* _What is being asked_: From the entries below, gather each line containing the word "sees".

** Data for review follows **

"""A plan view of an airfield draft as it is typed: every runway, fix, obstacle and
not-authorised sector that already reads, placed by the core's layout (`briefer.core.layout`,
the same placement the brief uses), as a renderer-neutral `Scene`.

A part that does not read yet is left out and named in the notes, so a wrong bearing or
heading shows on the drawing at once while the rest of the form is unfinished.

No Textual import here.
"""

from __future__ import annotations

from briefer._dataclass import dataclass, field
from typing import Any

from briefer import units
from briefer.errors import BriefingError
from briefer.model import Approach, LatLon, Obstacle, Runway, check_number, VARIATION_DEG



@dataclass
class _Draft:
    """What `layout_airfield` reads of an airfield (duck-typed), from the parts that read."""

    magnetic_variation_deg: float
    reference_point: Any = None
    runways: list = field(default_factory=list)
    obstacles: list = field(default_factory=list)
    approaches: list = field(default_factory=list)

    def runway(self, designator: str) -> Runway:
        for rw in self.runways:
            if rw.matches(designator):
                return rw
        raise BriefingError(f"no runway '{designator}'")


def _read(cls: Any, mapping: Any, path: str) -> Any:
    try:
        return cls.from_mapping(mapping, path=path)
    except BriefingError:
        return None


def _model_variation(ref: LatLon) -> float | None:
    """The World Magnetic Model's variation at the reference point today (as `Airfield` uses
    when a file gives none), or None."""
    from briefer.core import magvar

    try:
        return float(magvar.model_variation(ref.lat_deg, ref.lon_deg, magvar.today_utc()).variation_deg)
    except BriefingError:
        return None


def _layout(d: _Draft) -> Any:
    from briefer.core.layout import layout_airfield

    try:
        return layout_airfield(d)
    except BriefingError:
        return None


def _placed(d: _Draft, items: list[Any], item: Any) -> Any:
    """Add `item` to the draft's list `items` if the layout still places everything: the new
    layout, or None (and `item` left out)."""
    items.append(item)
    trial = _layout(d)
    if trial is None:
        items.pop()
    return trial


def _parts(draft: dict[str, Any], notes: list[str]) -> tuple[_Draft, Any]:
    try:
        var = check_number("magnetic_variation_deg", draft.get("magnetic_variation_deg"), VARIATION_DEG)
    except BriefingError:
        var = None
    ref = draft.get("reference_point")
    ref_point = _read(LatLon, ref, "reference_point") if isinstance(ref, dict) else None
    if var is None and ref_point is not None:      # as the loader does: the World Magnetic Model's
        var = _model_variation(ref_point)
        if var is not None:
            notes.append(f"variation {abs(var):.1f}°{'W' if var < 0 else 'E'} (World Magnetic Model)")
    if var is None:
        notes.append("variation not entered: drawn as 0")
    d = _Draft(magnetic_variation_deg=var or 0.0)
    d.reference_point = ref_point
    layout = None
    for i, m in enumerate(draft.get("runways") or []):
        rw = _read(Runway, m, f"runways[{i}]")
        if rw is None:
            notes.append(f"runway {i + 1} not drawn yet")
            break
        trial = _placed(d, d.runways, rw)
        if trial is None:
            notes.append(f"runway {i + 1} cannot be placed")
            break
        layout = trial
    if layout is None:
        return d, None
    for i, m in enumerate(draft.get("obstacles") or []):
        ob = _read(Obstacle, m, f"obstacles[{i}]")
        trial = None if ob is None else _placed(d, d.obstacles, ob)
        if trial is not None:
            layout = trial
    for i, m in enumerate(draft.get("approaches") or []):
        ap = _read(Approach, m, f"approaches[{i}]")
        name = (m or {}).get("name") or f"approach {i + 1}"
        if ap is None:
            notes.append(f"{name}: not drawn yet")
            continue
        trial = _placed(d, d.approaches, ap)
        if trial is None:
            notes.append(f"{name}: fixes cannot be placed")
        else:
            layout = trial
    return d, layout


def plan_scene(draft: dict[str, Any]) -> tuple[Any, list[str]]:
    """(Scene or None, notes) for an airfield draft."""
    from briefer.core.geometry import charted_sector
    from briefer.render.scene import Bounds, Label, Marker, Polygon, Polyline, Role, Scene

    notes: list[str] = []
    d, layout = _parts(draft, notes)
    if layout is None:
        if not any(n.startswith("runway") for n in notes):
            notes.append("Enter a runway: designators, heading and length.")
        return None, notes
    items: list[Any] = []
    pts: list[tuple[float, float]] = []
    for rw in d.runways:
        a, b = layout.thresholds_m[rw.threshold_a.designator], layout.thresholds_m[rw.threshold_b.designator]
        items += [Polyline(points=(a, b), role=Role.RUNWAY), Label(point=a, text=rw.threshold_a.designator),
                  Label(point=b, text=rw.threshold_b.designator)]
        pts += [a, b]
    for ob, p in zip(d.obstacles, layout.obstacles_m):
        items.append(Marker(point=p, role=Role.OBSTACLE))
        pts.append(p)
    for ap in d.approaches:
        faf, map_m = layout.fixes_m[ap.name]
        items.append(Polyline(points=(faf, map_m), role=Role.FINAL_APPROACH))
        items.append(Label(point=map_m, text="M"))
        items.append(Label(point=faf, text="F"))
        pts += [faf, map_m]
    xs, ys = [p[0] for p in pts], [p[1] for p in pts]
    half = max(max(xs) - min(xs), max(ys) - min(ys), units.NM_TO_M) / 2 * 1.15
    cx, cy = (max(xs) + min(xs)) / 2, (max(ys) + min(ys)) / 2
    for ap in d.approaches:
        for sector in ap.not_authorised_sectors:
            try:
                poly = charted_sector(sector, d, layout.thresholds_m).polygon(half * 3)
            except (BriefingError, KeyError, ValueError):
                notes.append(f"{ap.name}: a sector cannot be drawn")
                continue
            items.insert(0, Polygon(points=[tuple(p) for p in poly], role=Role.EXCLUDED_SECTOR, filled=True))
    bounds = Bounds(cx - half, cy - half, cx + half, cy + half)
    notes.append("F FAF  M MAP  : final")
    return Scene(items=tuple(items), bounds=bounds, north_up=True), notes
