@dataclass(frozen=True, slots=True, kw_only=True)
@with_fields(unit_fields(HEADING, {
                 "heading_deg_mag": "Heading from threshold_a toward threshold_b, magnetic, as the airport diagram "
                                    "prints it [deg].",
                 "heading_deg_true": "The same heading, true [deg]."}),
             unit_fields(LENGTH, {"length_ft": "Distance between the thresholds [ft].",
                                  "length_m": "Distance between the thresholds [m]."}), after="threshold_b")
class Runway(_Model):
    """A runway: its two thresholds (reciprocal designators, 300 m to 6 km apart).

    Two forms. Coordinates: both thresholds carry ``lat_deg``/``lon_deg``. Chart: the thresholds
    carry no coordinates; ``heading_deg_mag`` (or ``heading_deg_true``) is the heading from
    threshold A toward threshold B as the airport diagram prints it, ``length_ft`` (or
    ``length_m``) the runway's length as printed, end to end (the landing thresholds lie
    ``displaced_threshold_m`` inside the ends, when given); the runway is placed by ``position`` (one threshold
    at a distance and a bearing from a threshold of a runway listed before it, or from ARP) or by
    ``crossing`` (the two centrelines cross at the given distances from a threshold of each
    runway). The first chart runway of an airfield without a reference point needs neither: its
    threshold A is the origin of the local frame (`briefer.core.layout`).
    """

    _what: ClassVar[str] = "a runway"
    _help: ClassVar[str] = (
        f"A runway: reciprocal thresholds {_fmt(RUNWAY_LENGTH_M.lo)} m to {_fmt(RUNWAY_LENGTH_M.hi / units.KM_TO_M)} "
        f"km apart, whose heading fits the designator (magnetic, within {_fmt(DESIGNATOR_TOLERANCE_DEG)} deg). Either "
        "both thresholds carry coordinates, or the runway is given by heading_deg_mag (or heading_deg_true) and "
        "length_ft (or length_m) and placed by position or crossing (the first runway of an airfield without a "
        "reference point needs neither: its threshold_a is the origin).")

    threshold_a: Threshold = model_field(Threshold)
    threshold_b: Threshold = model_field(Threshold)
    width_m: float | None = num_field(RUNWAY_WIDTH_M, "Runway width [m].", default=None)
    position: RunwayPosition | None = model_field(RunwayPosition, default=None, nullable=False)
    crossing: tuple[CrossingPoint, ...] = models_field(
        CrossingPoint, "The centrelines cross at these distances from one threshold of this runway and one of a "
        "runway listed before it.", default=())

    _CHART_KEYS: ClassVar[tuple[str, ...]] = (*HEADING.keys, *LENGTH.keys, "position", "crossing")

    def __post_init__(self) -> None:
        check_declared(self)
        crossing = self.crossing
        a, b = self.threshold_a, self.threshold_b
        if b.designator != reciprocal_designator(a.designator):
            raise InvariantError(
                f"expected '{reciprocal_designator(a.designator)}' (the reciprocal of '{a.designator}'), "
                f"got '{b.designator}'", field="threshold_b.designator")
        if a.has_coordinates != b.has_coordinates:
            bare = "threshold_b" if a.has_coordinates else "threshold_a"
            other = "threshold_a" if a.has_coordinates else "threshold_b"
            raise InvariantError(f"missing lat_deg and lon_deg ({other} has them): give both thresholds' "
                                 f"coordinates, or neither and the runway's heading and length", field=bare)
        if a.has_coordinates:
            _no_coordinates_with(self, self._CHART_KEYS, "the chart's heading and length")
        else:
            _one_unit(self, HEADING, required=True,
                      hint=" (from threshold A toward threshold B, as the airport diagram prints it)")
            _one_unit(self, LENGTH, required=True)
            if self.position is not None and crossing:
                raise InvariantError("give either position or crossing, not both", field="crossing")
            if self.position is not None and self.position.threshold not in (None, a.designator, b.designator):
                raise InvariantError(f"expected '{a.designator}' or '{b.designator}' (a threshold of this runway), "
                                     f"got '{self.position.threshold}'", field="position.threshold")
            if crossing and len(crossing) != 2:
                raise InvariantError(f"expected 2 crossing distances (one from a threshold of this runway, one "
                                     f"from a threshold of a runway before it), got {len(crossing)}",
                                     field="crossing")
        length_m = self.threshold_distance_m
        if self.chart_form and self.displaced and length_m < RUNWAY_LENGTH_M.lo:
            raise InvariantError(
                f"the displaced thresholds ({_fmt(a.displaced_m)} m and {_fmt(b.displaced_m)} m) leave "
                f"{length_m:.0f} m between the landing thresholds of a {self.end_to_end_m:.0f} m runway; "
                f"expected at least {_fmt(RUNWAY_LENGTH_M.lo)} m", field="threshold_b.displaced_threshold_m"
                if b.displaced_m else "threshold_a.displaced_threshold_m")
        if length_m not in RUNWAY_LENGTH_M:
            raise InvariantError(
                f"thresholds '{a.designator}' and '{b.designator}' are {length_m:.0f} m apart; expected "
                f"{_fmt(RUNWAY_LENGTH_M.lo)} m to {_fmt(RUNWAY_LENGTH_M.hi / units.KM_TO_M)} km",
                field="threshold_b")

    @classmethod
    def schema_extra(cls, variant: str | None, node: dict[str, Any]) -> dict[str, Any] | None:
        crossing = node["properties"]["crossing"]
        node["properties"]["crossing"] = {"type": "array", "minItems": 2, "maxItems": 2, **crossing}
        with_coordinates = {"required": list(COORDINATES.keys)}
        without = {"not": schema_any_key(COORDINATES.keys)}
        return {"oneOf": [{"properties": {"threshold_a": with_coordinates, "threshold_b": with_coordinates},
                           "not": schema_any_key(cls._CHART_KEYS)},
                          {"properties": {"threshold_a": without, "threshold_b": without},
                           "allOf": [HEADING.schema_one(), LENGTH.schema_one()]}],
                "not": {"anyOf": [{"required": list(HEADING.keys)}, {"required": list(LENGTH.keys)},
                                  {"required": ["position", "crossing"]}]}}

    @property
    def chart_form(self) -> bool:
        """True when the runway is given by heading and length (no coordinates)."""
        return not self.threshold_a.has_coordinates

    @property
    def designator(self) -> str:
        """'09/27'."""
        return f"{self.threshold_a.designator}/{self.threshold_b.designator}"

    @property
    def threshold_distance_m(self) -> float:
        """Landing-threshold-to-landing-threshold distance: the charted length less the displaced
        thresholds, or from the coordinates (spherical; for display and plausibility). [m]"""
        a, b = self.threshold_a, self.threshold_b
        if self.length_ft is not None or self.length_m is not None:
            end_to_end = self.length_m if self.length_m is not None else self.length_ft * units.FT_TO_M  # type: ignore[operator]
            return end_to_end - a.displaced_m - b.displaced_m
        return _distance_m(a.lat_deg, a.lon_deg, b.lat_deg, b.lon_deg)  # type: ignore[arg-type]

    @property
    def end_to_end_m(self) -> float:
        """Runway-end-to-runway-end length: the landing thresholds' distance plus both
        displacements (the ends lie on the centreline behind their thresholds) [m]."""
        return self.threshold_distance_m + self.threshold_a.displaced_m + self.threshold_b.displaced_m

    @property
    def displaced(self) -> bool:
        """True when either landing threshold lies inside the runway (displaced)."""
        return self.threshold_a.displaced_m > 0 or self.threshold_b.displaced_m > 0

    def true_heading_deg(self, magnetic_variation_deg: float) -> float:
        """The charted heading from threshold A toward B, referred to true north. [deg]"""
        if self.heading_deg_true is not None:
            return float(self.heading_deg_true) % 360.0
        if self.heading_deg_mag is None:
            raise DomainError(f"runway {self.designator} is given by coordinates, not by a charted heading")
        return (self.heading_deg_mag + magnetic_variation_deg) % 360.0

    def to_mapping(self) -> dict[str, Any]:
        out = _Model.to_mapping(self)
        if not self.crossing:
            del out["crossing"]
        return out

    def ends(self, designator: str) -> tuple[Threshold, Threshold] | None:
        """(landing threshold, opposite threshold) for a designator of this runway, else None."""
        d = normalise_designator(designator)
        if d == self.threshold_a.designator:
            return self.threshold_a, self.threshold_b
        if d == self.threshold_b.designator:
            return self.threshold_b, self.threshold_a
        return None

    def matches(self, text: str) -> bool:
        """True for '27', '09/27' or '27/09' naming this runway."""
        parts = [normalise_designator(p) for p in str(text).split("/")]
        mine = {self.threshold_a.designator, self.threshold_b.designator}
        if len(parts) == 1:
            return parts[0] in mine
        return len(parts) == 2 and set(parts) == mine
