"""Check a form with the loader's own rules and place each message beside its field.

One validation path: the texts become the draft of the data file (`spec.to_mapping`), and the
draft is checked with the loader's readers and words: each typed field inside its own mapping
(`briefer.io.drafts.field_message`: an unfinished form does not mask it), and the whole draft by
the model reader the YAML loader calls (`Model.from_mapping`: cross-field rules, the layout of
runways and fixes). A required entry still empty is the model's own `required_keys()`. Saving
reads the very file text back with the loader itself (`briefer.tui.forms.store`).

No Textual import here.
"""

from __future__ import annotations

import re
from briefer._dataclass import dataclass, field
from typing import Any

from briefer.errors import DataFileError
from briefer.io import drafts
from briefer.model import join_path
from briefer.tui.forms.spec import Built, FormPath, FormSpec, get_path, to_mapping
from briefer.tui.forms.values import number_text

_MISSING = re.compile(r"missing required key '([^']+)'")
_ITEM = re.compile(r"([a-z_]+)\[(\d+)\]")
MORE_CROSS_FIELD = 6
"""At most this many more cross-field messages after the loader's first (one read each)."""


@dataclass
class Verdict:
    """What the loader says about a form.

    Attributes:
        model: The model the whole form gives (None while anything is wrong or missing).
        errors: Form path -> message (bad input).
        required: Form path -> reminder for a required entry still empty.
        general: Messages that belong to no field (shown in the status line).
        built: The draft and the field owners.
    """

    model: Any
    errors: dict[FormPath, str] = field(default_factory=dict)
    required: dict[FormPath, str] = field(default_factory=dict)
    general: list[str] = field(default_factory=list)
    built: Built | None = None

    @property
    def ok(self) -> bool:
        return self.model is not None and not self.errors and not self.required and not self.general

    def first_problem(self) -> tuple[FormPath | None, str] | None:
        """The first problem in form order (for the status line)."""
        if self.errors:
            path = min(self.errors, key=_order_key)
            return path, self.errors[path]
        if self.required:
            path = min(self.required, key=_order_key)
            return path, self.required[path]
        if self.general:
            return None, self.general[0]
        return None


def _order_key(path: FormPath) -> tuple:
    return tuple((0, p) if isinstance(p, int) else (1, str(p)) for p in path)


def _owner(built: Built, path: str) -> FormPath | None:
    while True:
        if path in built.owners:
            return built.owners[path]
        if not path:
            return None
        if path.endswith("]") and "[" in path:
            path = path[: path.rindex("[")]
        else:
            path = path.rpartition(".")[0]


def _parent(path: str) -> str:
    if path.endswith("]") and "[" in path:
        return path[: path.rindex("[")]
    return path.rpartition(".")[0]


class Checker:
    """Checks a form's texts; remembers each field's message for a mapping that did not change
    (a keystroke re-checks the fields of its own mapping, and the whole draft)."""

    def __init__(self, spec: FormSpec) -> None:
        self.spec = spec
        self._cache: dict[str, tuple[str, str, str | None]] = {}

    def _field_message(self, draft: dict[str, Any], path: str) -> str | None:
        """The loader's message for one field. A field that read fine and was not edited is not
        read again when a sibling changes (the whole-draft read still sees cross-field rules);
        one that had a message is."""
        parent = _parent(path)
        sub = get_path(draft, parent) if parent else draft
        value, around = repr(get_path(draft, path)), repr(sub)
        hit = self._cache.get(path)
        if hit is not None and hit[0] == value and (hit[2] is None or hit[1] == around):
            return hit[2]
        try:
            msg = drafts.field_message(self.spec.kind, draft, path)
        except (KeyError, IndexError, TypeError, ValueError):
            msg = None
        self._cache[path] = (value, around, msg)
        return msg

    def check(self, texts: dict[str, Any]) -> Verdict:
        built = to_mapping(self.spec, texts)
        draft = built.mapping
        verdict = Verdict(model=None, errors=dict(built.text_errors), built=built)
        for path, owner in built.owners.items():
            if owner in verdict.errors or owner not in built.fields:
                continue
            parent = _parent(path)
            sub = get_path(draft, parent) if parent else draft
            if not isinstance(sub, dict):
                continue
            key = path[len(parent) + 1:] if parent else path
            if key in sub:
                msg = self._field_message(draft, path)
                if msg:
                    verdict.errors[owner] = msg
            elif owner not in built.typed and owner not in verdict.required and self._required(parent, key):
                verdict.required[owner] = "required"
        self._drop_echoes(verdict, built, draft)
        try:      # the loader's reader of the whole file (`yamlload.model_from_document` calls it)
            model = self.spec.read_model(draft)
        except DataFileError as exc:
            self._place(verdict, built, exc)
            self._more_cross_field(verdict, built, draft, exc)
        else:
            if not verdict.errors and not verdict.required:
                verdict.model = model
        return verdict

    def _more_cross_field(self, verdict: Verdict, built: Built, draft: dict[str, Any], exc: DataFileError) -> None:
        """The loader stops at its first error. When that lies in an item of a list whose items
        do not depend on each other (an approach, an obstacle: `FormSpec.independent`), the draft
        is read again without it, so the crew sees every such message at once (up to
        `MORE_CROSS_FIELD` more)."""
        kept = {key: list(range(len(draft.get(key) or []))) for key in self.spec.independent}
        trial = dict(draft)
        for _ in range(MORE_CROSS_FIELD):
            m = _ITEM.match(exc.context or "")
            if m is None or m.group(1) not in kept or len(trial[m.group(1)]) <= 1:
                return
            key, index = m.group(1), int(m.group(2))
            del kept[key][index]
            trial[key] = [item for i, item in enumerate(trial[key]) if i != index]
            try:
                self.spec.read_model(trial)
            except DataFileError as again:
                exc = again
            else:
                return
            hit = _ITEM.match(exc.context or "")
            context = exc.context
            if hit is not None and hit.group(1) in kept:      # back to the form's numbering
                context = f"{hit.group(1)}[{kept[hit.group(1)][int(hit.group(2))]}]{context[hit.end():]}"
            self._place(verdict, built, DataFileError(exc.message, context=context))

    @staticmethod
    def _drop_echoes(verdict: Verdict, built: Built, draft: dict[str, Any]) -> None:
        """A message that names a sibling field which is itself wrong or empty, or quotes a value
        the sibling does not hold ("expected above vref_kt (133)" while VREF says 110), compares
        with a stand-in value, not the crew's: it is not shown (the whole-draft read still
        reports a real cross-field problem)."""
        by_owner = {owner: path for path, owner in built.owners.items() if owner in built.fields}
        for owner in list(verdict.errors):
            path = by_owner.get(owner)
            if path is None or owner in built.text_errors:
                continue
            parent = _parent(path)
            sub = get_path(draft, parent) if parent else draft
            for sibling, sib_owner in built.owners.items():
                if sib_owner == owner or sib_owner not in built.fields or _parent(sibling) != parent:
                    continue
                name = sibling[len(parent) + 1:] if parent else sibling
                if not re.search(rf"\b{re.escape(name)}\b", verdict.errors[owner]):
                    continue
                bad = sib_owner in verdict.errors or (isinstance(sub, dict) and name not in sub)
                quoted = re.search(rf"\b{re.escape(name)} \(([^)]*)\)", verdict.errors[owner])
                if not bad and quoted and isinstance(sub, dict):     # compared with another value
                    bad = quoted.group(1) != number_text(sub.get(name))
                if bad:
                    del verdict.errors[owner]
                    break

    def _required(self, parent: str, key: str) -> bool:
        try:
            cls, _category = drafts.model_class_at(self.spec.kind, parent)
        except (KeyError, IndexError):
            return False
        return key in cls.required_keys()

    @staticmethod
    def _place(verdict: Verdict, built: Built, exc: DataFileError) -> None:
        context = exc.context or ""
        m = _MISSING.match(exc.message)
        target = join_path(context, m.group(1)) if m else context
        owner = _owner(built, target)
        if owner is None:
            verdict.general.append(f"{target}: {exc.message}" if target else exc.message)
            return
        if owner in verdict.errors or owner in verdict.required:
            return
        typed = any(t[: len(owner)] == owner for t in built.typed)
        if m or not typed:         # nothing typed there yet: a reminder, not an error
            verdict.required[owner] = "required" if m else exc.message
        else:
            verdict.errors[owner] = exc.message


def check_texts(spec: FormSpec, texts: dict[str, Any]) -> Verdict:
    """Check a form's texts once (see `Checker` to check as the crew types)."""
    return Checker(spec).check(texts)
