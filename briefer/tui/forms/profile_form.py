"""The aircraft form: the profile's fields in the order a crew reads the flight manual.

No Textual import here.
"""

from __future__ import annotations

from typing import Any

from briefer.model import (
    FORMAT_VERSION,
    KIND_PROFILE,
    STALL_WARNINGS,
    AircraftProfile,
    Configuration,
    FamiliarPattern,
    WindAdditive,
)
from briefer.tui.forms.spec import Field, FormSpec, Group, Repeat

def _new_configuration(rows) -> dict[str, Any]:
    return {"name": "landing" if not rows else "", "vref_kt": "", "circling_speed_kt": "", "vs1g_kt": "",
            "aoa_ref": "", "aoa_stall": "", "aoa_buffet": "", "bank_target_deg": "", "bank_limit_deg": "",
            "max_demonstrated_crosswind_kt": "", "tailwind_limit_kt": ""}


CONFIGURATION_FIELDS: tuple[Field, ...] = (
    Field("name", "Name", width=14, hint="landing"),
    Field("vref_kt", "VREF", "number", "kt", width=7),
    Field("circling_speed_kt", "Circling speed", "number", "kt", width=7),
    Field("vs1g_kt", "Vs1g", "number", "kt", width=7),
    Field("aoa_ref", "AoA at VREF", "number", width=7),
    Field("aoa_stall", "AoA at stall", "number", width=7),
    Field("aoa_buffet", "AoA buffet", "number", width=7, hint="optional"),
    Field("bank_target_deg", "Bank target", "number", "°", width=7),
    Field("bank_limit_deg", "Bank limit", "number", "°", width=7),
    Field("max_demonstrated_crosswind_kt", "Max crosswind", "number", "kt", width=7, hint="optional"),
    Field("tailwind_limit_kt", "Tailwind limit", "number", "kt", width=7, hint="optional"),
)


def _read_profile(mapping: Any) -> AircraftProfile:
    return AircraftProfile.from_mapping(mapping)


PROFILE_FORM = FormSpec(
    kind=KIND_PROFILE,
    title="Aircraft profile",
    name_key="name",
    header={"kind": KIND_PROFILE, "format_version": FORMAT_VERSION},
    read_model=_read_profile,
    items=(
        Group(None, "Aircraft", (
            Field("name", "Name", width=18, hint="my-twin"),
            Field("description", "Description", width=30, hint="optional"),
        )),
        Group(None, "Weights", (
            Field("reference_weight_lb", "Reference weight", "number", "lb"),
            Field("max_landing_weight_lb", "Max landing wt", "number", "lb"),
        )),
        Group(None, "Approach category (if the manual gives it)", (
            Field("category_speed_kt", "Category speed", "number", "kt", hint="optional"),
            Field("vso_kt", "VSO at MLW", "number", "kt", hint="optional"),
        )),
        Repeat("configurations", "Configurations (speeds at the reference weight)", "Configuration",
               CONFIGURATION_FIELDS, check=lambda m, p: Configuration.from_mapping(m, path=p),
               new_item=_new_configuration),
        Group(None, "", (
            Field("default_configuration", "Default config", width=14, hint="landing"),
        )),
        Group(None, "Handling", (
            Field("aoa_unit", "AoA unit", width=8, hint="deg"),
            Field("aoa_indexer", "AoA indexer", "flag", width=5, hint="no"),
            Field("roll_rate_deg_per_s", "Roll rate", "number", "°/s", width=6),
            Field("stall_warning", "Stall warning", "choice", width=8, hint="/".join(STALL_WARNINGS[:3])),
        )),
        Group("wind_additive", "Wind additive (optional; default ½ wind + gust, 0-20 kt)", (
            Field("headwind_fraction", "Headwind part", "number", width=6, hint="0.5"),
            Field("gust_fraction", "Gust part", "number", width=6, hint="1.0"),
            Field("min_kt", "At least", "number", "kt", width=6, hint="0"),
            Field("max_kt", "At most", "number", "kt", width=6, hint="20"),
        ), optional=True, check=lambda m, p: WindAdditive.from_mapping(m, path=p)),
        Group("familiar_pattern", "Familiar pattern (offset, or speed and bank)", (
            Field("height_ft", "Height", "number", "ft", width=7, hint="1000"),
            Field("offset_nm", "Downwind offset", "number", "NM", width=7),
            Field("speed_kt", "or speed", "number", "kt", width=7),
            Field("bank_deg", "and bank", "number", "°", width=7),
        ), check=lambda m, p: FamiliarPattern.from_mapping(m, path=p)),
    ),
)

** End of Data for review **

* _Written response_:
        read again when a sibling changes (the whole-draft read still sees cross-field rules);
        is read again without it, so the crew sees every such message at once (up to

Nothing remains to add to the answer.